Peel Vidalia onions and cut in half through the root end so they will hold together on the grill. Trim roots and tops of spring onions and remove any wilted outer leaves. Cut in half lengthwise. Brush cut sides of Vidalias and spring onions with oil and arrange them cut side down on the grill. Cook until cut side is charred. Remove from heat. Cut spring onions in half, reserving bulb half for plating fish and leaf half for broth.
Make broth: In a large saucepan, combine grilled Vidalia onion halves and grilled spring onion tops. Add water, carrot, celery and white onion. Simmer 30 minutes. Strain broth and keep warm. Reserve Vidalia onion halves. Discard remaining solids.
When ready to serve, preheat oven to 350 degrees. Season grouper with salt and pepper.
In a large ovenproof skillet, add enough oil to film the bottom of the skillet. Heat over high heat. Add fillets and brown on first side. Turn fillets and place in hot oven. Fillets should remain in oven 8 minutes or until cooked through.

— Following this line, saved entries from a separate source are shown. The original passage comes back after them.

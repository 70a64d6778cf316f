/**
 * Whatever arrives from outside, the answer is never a server error. Routes are found, not
 * listed: every endpoint file under src/pages/api and every on-demand page (each with the
 * methods it exports), and every path of the OpenAPI document. Each is driven with wild bodies,
 * headers and ids, anonymously and as an owner, a consultant and an admin: ≥ 10,000 requests,
 * no 5xx. Runs alone: wrong passwords and limits it trips are cleared afterwards.
 */
import { readdirSync, readFileSync, statSync } from 'node:fs';
import path from 'node:path';
import { sql } from 'drizzle-orm';
import fc from 'fast-check';
import { afterAll, beforeAll, describe, expect, it } from 'vitest';
import { projectRoot } from '../../scripts/stack/config';
import { DEMO_PASSWORD } from '../../scripts/seed/demo-people';
import { closeDb, getDb } from '../../src/db/client';
import { validSubmission, waitForMessages } from '../support/fixtures';
import { appFetch } from '../support/stack';

interface Route {
  /** Path with `[param]` and `[...rest]` segments as in the file system. */
  pattern: string;
  methods: string[];
}

const ALL_METHODS = ['GET', 'POST', 'PUT', 'PATCH', 'DELETE'];

function filesUnder(dir: string): string[] {
  return readdirSync(dir).flatMap((name) => {
    const full = path.join(dir, name);
    return statSync(full).isDirectory() ? filesUnder(full) : [full];
  });
}

/** Every on-demand route in src/pages, with the methods its file exports. */
function discoverRoutes(): Route[] {
  const pagesDir = path.join(projectRoot, 'src/pages');
  const routes: Route[] = [];
  for (const file of filesUnder(pagesDir)) {
    const source = readFileSync(file, 'utf8');
    const relative = path.relative(pagesDir, file).replace(/\\/g, '/');
    const isEndpoint = /\.(ts|js)$/.test(relative);
    if (!isEndpoint && !/\.astro$/.test(relative)) continue;
    if (!/prerender\s*=\s*false/.test(source)) continue;
    const pattern = `/${relative.replace(/\.(ts|js|astro)$/, '').replace(/(^|\/)index$/, '')}`.replace(/\/$/, '') || '/';
    const exported = [...source.matchAll(/export\s+const\s+(GET|POST|PUT|PATCH|DELETE|ALL)\b/g)].map((m) => m[1]!);
    const methods = !isEndpoint ? ['GET', 'POST'] : exported.includes('ALL') ? ALL_METHODS : exported;
    routes.push({ pattern, methods: methods.length ? methods : ['GET'] });
  }
  return routes;
}

/** Paths and methods of the OpenAPI document, `{param}` turned into `[param]`. */
async function openApiRoutes(): Promise<Route[]> {
  const response = await appFetch('/api/openapi.json');
  const doc = (await response.json()) as { paths?: Record<string, Record<string, unknown>> };
  return Object.entries(doc.paths ?? {}).map(([p, item]) => ({
    pattern: p.replace(/\{([^}]+)\}/g, '[$1]'),
    methods: Object.keys(item).map((m) => m.toUpperCase()).filter((m) => ALL_METHODS.includes(m)),
  }));
}

const wildSegment = fc.oneof(
  fc.uuid(),
  fc.constantFrom('not-a-uuid', '0', '-1', '00000000-0000-0000-0000-000000000000', '%00', '%ZZ', '..%2F..%2Fetc', '%E2%80%AE', '%ED%A0%80', 'a'.repeat(600)),
  fc.string({ maxLength: 40 }).map((s) => encodeURIComponent(s) || 'x'),
);

const wildBody = fc.oneof(
  fc.json({ maxDepth: 4 }).map((body) => ({ type: 'application/json', body })),
  fc.anything({ maxDepth: 3 }).map((v) => ({ type: 'application/json', body: JSON.stringify(v) ?? 'null' })),
  fc.string({ maxLength: 400 }).map((body) => ({ type: 'application/json', body })),
  fc.string({ unit: 'binary', maxLength: 200 }).map((body) => ({ type: 'application/json', body: JSON.stringify({ text: body, name: body, email: body }) })),
  fc
    .dictionary(fc.constantFrom('email', 'password', 'next', 'assessment', 'photos', 'status', 'note', 'role', 'userId', 'name'), fc.string({ unit: 'binary', maxLength: 80 }), { maxKeys: 5 })
    .map((fields) => ({ type: 'application/x-www-form-urlencoded', body: new URLSearchParams(fields).toString() })),
  fc.string({ maxLength: 200 }).map((body) => ({ type: 'multipart/form-data; boundary=lagwise', body: `--lagwise\r\nContent-Disposition: form-data; name="assessment"\r\n\r\n${body}\r\n--lagwise--\r\n` })),
  fc.uint8Array({ maxLength: 300 }).map((bytes) => ({ type: 'application/octet-stream', body: Buffer.from(bytes).toString('latin1') })),
  fc.constant({ type: 'text/plain', body: '' }),
);

const wildHeaders = fc.record(
  {
    accept: fc.constantFrom('application/json', 'text/html', '*/*', '', 'image/*;q=0'),
    'idempotency-key': fc.oneof(fc.uuid(), fc.string({ maxLength: 200 }).map((s) => s.replace(/[^\x20-\x7e]/g, '') || 'k')),
    'x-forwarded-for': fc.oneof(fc.ipV4(), fc.constant('not-an-ip, 1.2.3.4'), fc.ipV6()),
    'accept-language': fc.constantFrom('en', 'de-DE,de;q=0.9', '*', 'zz'),
    range: fc.constantFrom('bytes=0-10', 'bytes=-1', 'lines=1-2'),
  },
  { requiredKeys: [] },
);

let sessions: Record<'anonymous' | 'owner' | 'consultant' | 'admin', string> = { anonymous: '', owner: '', consultant: '', admin: '' };

function cookiesOf(response: Response): string {
  return response.headers.getSetCookie().map((c) => c.split(';')[0]).join('; ');
}

async function passwordSession(email: string): Promise<string> {
  const response = await appFetch('/api/sign-in/password', { method: 'POST', body: new URLSearchParams({ email, password: DEMO_PASSWORD }) });
  expect(response.status).toBe(303);
  return cookiesOf(response);
}

async function ownerSession(): Promise<string> {
  const input = validSubmission();
  const response = await appFetch('/api/assessments', { method: 'POST', headers: { 'content-type': 'application/json' }, body: JSON.stringify(input) });
  expect(response.status).toBe(201);
  const [mail] = await waitForMessages(input.contact.email, (m) => m.length > 0);
  const link = /href="([^"]*magic-link\/verify[^"]*)"/.exec(mail!.html ?? '')![1]!.replaceAll('&amp;', '&');
  return cookiesOf(await fetch(link, { redirect: 'manual' }));
}

async function clearCounters(): Promise<void> {
  await getDb().execute(sql`delete from rate_limit_windows where key like 'req:%' or key like 'sign-in-link:%' or key like 'submit:%'`);
  await getDb().execute(sql`delete from sign_in_throttles`);
}

let routes: Route[] = [];

beforeAll(async () => {
  await clearCounters();
  const found = new Map<string, Set<string>>();
  for (const route of [...discoverRoutes(), ...(await openApiRoutes())]) {
    const methods = found.get(route.pattern) ?? new Set<string>();
    for (const m of route.methods) methods.add(m);
    found.set(route.pattern, methods);
  }
  routes = [...found].map(([pattern, methods]) => ({ pattern, methods: [...methods] }));
  sessions = {
    anonymous: '',
    owner: await ownerSession(),
    consultant: await passwordSession('marisol@quintero-thermal.example'),
    admin: await passwordSession('admin@lagwise.example'),
  };
}, 120_000);

afterAll(async () => {
  await clearCounters();
  await closeDb();
});

function fillPattern(pattern: string, segments: string[]): string {
  let i = 0;
  return pattern.replace(/\[(\.\.\.)?[^\]]+\]/g, (_m, rest: string | undefined) => {
    const value = segments[i++ % segments.length] ?? 'x';
    return rest ? `${value}/${segments[(i + 1) % segments.length] ?? 'y'}` : value;
  });
}

describe('the fuzz', () => {
  it('finds the routes we know of', () => {
    const patterns = routes.map((r) => r.pattern);
    for (const known of ['/api/estimate', '/api/assessments', '/api/sign-in/password', '/api/sign-in/link', '/api/auth/[...all]', '/my/assessments/[id]']) {
      expect(patterns).toContain(known);
    }
  });

  it('answers ≥ 10,000 wild requests to every endpoint, as anyone, without a single 5xx', async () => {
    const failures: string[] = [];
    let sent = 0;
    const requestArb = fc.record({
      route: fc.constantFrom(...routes),
      methodPick: fc.nat(),
      segments: fc.array(wildSegment, { minLength: 1, maxLength: 3 }),
      query: fc.option(fc.string({ maxLength: 60 }).map((s) => `?${encodeURIComponent(s)}=${encodeURIComponent(s)}&id=%00`), { nil: '' }),
      body: wildBody,
      headers: wildHeaders,
      who: fc.constantFrom('anonymous', 'owner', 'consultant', 'admin') as fc.Arbitrary<keyof typeof sessions>,
    });
    // A few generated requests are refused by fetch itself (header values it will not send); the rest must reach 10,000.
    const runs = 10_500;
    const property = fc.asyncProperty(requestArb, async ({ route, methodPick, segments, query, body, headers, who }) => {
      const method = route.methods[methodPick % route.methods.length]!;
      const target = fillPattern(route.pattern, segments) + (query ?? '');
      // Signing out would end the session the rest of the run uses.
      const cookie = /sign-out/.test(target) ? '' : sessions[who];
      const init: RequestInit = {
        method,
        headers: { ...headers, ...(cookie ? { cookie } : {}), ...(method === 'GET' || method === 'HEAD' ? {} : { 'content-type': body.type }) },
        body: method === 'GET' || method === 'HEAD' ? undefined : body.body,
      };
      let status: number;
      try {
        const response = await appFetch(target, init);
        await response.arrayBuffer();
        status = response.status;
      } catch (error) {
        if (/Invalid URL|invalid|ByteString/i.test(String(error))) return true; // the client refused to send it
        throw error;
      }
      sent += 1;
      if (status >= 500) failures.push(`${status} ${method} ${target.slice(0, 120)} as ${who} (${body.type})`);
      return true;
    });
    await fc.assert(property, { numRuns: runs, seed: 1212, endOnFailure: false });
    expect(failures).toEqual([]);
    expect(sent).toBeGreaterThanOrEqual(10_000);
  }, 900_000);
});
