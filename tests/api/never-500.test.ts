import fc from 'fast-check';
import { describe, expect, it } from 'vitest';
import { appFetch } from '../support/stack';

// Whatever arrives from outside, the answer is never a server error.
const bodies = fc.oneof(
  fc.string({ maxLength: 300 }).map((text) => ({ type: 'text/plain', body: text })),
  fc.json({ maxDepth: 3 }).map((text) => ({ type: 'application/json', body: text })),
  fc
    .dictionary(fc.constantFrom('email', 'password', 'next', 'assessment', 'photos', 'x'), fc.string({ maxLength: 80 }), { maxKeys: 4 })
    .map((fields) => ({ type: 'application/x-www-form-urlencoded', body: new URLSearchParams(fields).toString() })),
);

describe.each(['/api/estimate', '/api/assessments', '/api/sign-in/link', '/api/sign-in/password', '/api/sign-out'])('POST %s', (path) => {
  it('answers every body below 500', async () => {
    await fc.assert(
      fc.asyncProperty(bodies, async ({ type, body }) => {
        const response = await appFetch(path, { method: 'POST', headers: { 'content-type': type }, body });
        await response.arrayBuffer();
        return response.status < 500;
      }),
      { numRuns: 40, seed: 4321 },
    );
  });
});

describe('unknown and wrong-method requests', () => {
  it.each([
    ['GET', '/api/assessments'],
    ['PUT', '/api/estimate'],
    ['GET', '/api/no-such-endpoint'],
    ['GET', '/my/assessments/not-a-uuid'],
  ])('%s %s is answered below 500', async (method, path) => {
    const response = await appFetch(path, { method });
    expect(response.status).toBeLessThan(500);
  });
});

To serve: divide broth between two rimmed soup bowls. Arrange fillet center of bowl and sprinkle with sliced olives. Garnish with reserved grilled spring onion bulbs, grilled Vidalia onion halves and drizzle with olive oil. Sprinkle with salt and serve immediately. Serves: 2
̶ Adapted from a recipe provided by Eric Zizka of Oak Steakhouse, Avalon.
Per serving: 645 calories (percent of calories from fat, 37), 45 grams protein, 62 grams carbohydrates, 19 grams fiber, 27 grams fat (3 grams saturated), 63 milligrams cholesterol, 528 milligrams sodium.